(About this exercise):
Pick out every line of the entries below where "still" occurs, and copy those lines.

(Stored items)
§
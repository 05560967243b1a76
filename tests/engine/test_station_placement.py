"""Force stations along members: element ends on the member's nodes, whatever the rounding.

Stations are placed on their element's own span along the member in proportion to their position,
so element ends land exactly on the member's node positions; stations closer than the merge
tolerance are one station; x never runs backwards along a member. Models are invented; units as in
``conftest.py`` (m, kN·m).
"""

from __future__ import annotations

import math

import numpy as np
import pytest
from flangewise.engine import gradient
from flangewise.engine.check import check_model


def runs_of(built) -> gradient.Runs:
    d = built.layout.diagrams
    length = built.layout.segments.table["length"].to_numpy()[d.pairs["segment"].to_numpy()]
    return gradient.Runs(x=d.x, m=d.m, offsets=d.offsets, length=length)


def exact_inside_counts(built) -> dict[tuple[str, str], int]:
    """Per (segment, combination): distinct inside x, compared exactly (no tolerance)."""
    d = built.layout.diagrams
    seg = built.layout.segments.table
    out = {}
    for k, (s, c) in enumerate(zip(d.pairs["segment"], d.pairs["combination"], strict=True)):
        x = d.x[d.offsets[k] : d.offsets[k + 1]]
        length = seg["length"].iloc[s]
        out[(seg.index[s], d.combinations[c])] = len(np.unique(x[(x > 0.0) & (x < length)]))
    return out


def kinked_beam(frame, rng, *, kink: bool, rounded: bool, ends_only: bool = False):
    """A continuous beam along x of 3 to 5 elements, with optional kinks and rounded positions.

    Interior nodes are lifted by up to L·tan(0.2°), so two neighbouring elements meet at an angle
    below 0.4°, inside the default 0.5° tolerance: still one straight member. Positions are
    rounded to the mm when ``rounded`` (as programs export them).
    """
    n = int(rng.integers(3, 6))
    lengths = rng.uniform(2.0, 5.0, n)
    x = np.r_[0.0, np.cumsum(lengths)]
    lift = rng.uniform(-1.0, 1.0, n + 1) * lengths.min() * math.tan(math.radians(0.2))
    lift[[0, -1]] = 0.0
    f = frame()
    for i, xi in enumerate(x):
        f.node(f"N{i}", xi, 0.0, 3.0 + (lift[i] if kink else 0.0))
    braced = [i for i in range(1, n) if rng.random() < 0.4]
    for i in range(n):
        # Some elements drawn backwards: placement must not depend on it.
        a, b = (f"N{i}", f"N{i + 1}") if rng.random() < 0.7 else (f"N{i + 1}", f"N{i}")
        f.element(f"E{i}", a, b)
    f.support("N0").support(f"N{n}")
    for i in braced:
        f.brace(f"N{i}", "both")
    span = x[-1]
    for combo, field in (
        ("C1", lambda s: 40.0 * math.sin(math.pi * s / span)),
        ("C2", lambda s: -25.0 + 30.0 * s / span),
    ):
        for i in range(n):
            _, a, b, _, _ = f._element(f"E{i}")
            start_x = f.nodes[a][0]
            length = f.length(f"E{i}")
            stations = [0.0, 1.0] if ends_only else [0.0, 0.25, 0.5, 0.75, 1.0]
            pos = [t * length for t in stations]
            where = [start_x + (1 if a == f"N{i}" else -1) * p for p in pos]
            if rounded:
                pos = [round(p, 3) for p in pos]
            f.moments(f"E{i}", combo, pos, [field(w) for w in where])
    return f


@pytest.mark.parametrize("seed", range(12))
def test_kinks_and_rounding_keep_x_rising_and_the_inside_stations_unchanged(frame, seed):
    clean = kinked_beam(frame, np.random.default_rng(seed), kink=False, rounded=False).build()
    messy = kinked_beam(frame, np.random.default_rng(seed), kink=True, rounded=True).build()

    d = messy.layout.diagrams
    for k in range(len(d.pairs)):
        x = d.x[d.offsets[k] : d.offsets[k + 1]]
        assert (np.diff(x) >= 0.0).all(), f"x runs backwards in run {k}: {x}"
    # The same stations inside every segment: a node seen through rounding or a kink is still one.
    assert exact_inside_counts(messy) == exact_inside_counts(clean)
    np.testing.assert_array_equal(
        gradient.distinct_inside_stations(runs_of(messy)),
        gradient.distinct_inside_stations(runs_of(clean)),
    )


def test_member_x_never_runs_backwards_across_a_kinked_node(frame):
    # Two 5 m elements meeting at N2 lifted 15 mm (0.17° each way, 0.34° between them): one
    # member. Each element's own length is a little longer than its span along the member, so a
    # station at its end placed by its own length would pass the node.
    f = frame()
    f.node("N1", 0, 0, 3).node("N2", 5, 0, 3.015).node("N3", 10, 0, 3)
    f.element("E1", "N1", "N2").element("E2", "N2", "N3")
    f.support("N1").support("N3")
    for e in ("E1", "E2"):
        length = f.length(e)
        f.moments(e, "C1", [0.0, length / 2, length], [0.0, 10.0, 0.0])
    built = f.build()
    st = built.layout.diagrams.stations
    assert (np.diff(st.s) >= 0.0).all()
    # The two element ends at N2 sit exactly on the node's position along the member.
    node_s = built.layout.members.stations.set_index("node").loc["N2", "s"]
    assert (st.s == node_s).sum() == 2


def test_rounded_positions_at_nodes_do_not_count_as_extra_inside_stations(frame):
    # Three elements of about 4 m with node coordinates to the 0.1 mm, moments only at element
    # ends, positions exported rounded to the mm: E1's end is written 4.000 for a length of
    # 4000.4 mm. Inside the one unbraced segment there are two stations (N2, N3): fewer than the
    # 3 the end-moment rule needs, so ω2 = 1.0 and the few-stations flag, whatever the rounding
    # (common practice: a node is one station).
    f = frame()
    f.node("N1", 0, 0, 3).node("N2", 4.0004, 0, 3).node("N3", 8.0008, 0, 3).node("N4", 12, 0, 3)
    for i in range(3):
        f.element(f"E{i + 1}", f"N{i + 1}", f"N{i + 2}")
    f.support("N1").support("N4")
    for i, (m0, m1) in enumerate(((60.0, 40.0), (40.0, 20.0), (20.0, 0.0))):
        length = round(f.length(f"E{i + 1}"), 3)
        f.moments(f"E{i + 1}", "C1", [0.0, length], [m0, m1])
    result = check_model(f.load()).results
    top = result[result["flange"] == "top"].iloc[0]
    assert top["omega2_end"] == 1.0
    assert "few-stations" in top["flags"]


def test_stations_closer_than_the_merge_tolerance_are_one_station(frame):
    # E1 (4 m) exported with the same midspan station twice, 0.3 mm apart (below the 0.5 mm
    # merge tolerance of readers/model.py): one x, the moment jumping there as at a node.
    f = frame()
    f.node("N1", 0, 0, 3).node("N2", 4, 0, 3)
    f.element("E1", "N1", "N2")
    f.support("N1").support("N2")
    f.moments("E1", "C1", [0.0, 1.0, 2.0, 2.0003, 3.0, 4.0], [0.0, 30.0, 40.0, 40.0, 30.0, 0.0])
    built = f.build()
    x, _ = built.diagram(built.layout.segments.table.index[0], "C1")
    np.testing.assert_array_equal(x * 1000.0, [0.0, 1000.0, 2000.0, 2000.0, 3000.0, 4000.0])
    assert gradient.distinct_inside_stations(runs_of(built)).tolist() == [3, 3]
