"""Inferred braces (off by default): an element framing into a member at a large angle.

Worked by hand: beam E1-E2 along x from N1 (0 m) through N2 (4 m) to N3 (8 m), supported at N1 and
N3; a secondary beam S1 frames into N2 along y (90° to the beam) or at 30° to it.
"""

from __future__ import annotations

import math

import pytest


def _beam(frame, angle_deg: float, settings: str | None):
    f = frame()
    f.node("N1", 0, 0, 3).node("N2", 4, 0, 3).node("N3", 8, 0, 3)
    a = math.radians(angle_deg)
    f.node("N4", 4 + 3 * math.cos(a), 3 * math.sin(a), 3)
    f.element("E1", "N1", "N2").element("E2", "N2", "N3").element("S1", "N2", "N4", "S2")
    f.support("N1").support("N3").support("N4")
    if settings is not None:
        f.settings = settings
    return f.build()


def test_off_by_default_the_framing_beam_braces_nothing(frame):
    built = _beam(frame, 90.0, None)
    beam = built.member_of("E1")
    # No brace at N2: one segment per flange, 0 .. 8 m.
    assert built.bounds(beam, "top") == [(0.0, 8.0)]
    assert built.bounds(beam, "bottom") == [(0.0, 8.0)]


def test_square_framing_beam_is_an_assumed_top_flange_brace(frame):
    built = _beam(frame, 90.0, "[members]\ninfer_braces = true\n")
    beam = built.member_of("E1")
    # 90° >= the default 60°: N2 braces the top flange (the default infer_flange), only that one.
    assert built.bounds(beam, "top") == [(0.0, 4.0), (4.0, 8.0)]
    assert built.bounds(beam, "bottom") == [(0.0, 8.0)]
    top = built.segments(beam, "top")
    # Each top segment has one end held only by the inferred brace: marked as assumed.
    assert top["assumed"].all()
    assert not built.segments(beam, "bottom")["assumed"].any()


def test_shallow_framing_beam_is_not_a_brace(frame):
    # 30° < 60°: not inferred; and a bottom-flange choice of flange is honoured when it is.
    built = _beam(frame, 30.0, '[members]\ninfer_braces = true\ninfer_flange = "bottom"\n')
    beam = built.member_of("E1")
    assert built.bounds(beam, "top") == [(0.0, 8.0)]
    assert built.bounds(beam, "bottom") == [(0.0, 8.0)]


@pytest.mark.parametrize(("angle", "held"), [(60.5, True), (119.5, True), (125.0, False)])
def test_angle_is_measured_either_side(frame, angle, held):
    built = _beam(frame, angle, '[members]\ninfer_braces = true\ninfer_flange = "bottom"\n')
    beam = built.member_of("E1")
    # The angle between the lines: 60.5°, 180° − 119.5° = 60.5° (both >= 60°: the bottom flange
    # is held at N2) and 180° − 125° = 55° (< 60°: not a brace).
    expected = [(0.0, 4.0), (4.0, 8.0)] if held else [(0.0, 8.0)]
    assert built.bounds(beam, "bottom") == expected
    assert built.bounds(beam, "top") == [(0.0, 8.0)]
§
(Written solution):
    below 0.4°, inside the default 0.5° tolerance: still one straight member. Positions are
    # The same stations inside every segment: a node seen through rounding or a kink is still one.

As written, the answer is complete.